This block creates a conditional node in the workflow, which can be used, for example:
- As a gate that discards incoming data or allows it to pass.
- As a switch that redirects input data to one of the two alternative output branches.
Block behavior is based on a user-defined condition which can contain any of the block variables . When the block receives values of variables, it starts up and checks the condition. If it is met, the data is passed further. If the condition is not met, then, based on the output setting , the block either:
- discards the input data, or
- sends the data to alternative outputs.
Configuring a Condition block requires adding variables (no variables are defined by default). These variables are then used in the condition.
Adding a variable automatically creates ports — one input and one or two outputs. For example, when you add a variable named “myvar”, the following ports are created:
- myvar input,
- myvar output, and
- else_myvar output (optional; see section Output for details).
All ports always have the same type. By default all data types are allowed. You can change the type when adding a variable, if you want to limit the allowed types.
The block does not start until it receives values of all variables, so all input ports you create by adding variables are required ports.
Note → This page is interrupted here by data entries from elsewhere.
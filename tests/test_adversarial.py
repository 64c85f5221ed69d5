"""Regression tests from using coderel as a careful, slightly adversarial user.

Each test names the command (or call) that showed the defect. Fixtures are built in ``tmp_path``;
no input file may change, and bad input gives a message with a place and a way out, never a
traceback.
"""

from __future__ import annotations

import hashlib
import json
from pathlib import Path

from typer.testing import CliRunner

from coderel.cli import app

runner = CliRunner()

SMALL_CODEBOOK = """\
title: Small test (invented)
version: "0.1"
unit: id
text_columns: [text]
variables:
  - name: mood
    level: nominal
    categories:
      - {code: pos, label: Positive}
      - {code: neg, label: Negative}
      - {code: neu, label: Neutral}
  - name: flag
    level: nominal
    categories:
      - {code: 0, label: "No"}
      - {code: 1, label: "Yes"}
"""


def _sha(path: Path) -> str:
    return hashlib.sha256(path.read_bytes()).hexdigest()


def _write_codebook(folder: Path) -> Path:
    cb = folder / "cb.yaml"
    cb.write_text(SMALL_CODEBOOK, encoding="utf-8")
    return cb


# ---- coderel codebook schema -o cb.yaml overwrote the codebook with the JSON Schema ------------
def test_schema_refuses_a_non_json_output_and_leaves_the_file(tmp_path):
    cb = _write_codebook(tmp_path)
    before = _sha(cb)
    result = runner.invoke(app, ["codebook", "schema", "-o", str(cb)])
    assert result.exit_code == 2
    assert "cb.yaml" in result.output
    assert ".json" in result.output
    assert _sha(cb) == before
    ok = runner.invoke(app, ["codebook", "schema", "-o", str(tmp_path / "s.json")])
    assert ok.exit_code == 0
    assert (tmp_path / "s.json").read_text("utf-8").lstrip().startswith("{")


def _sheets(folder: Path, coders: dict[str, list[tuple[str, str, int]]]) -> Path:
    """One CSV per coder: ``coders[name]`` is a list of (id, mood, flag) rows."""
    data = folder / "sheets"
    data.mkdir()
    for name, rows in coders.items():
        lines = ["id,text,mood,flag", *(f"{u},report {u},{m},{f}" for u, m, f in rows)]
        (data / f"{name}.csv").write_text("\n".join(lines) + "\n", encoding="utf-8")
    return data


def _codings(table: dict[str, list[tuple]], coders=("a", "b")):
    from coderel.codebook import Category, Codebook, Variable
    from coderel.codings import Codings

    variables = tuple(
        Variable(name, "nominal", categories=(Category(0, "no"), Category(1, "yes")))
        for name in table
    )
    cb = Codebook(title="t", version="1", variables=variables)
    records = [
        {"unit": f"u{u:03d}", "coder": coders[c], "variable": name, "value": value}
        for name, rows in table.items()
        for u, row in enumerate(rows)
        for c, value in enumerate(row)
    ]
    return Codings.from_records(cb, records)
Any block variable can be used in the condition. When the block starts, it substitutes the received values of variables to the conditional expression and checks if the condition is met.
Conditions may include various comparisons, logical and arithmetic operators. Common ones are:
- Basic arithmetic operators (+, -, *, /).
- Modulus (%), exponent (**), floor division (//).
- Equality (==), inequality (!=), comparisons (<, >, <=, >=). Note that = is an assignment, not equality testing!
- Logical and, or and not.
- Check if variable equals some value: ans == 42.
- Check the value of a string variable: status == "Success".
- Check the value of a vector or matrix component: vec <= 0; m != 1.
- Check the number of matrix rows: m.shape >= 10.
- Same for columns: m.shape == 3.
- Complex condition: status == "Success" or (res > 0 and res + res < 5).
For advanced users: Python syntax is allowed in conditions.
There are two alternative output settings for the block: discard data if the condition is not met (default), or output it to alternative ports (the “else” branch).
For example, consider the following configuration:
- Two integer variables have been added.
- Two input ports have been automatically created: x and y (you can see them in block properties).
- Two output ports: x and y.
The block compares values it receives to x and y. If the condition is met, the same values are output to the x and y ports. If the condition is not met, there is no output — values are discarded.
Compare with the following configuration:
- Two integer variables.
- Two input ports: x and y.
- Since alternative output option is selected, this configuration creates four output ports: x, y, else_x, and else_y.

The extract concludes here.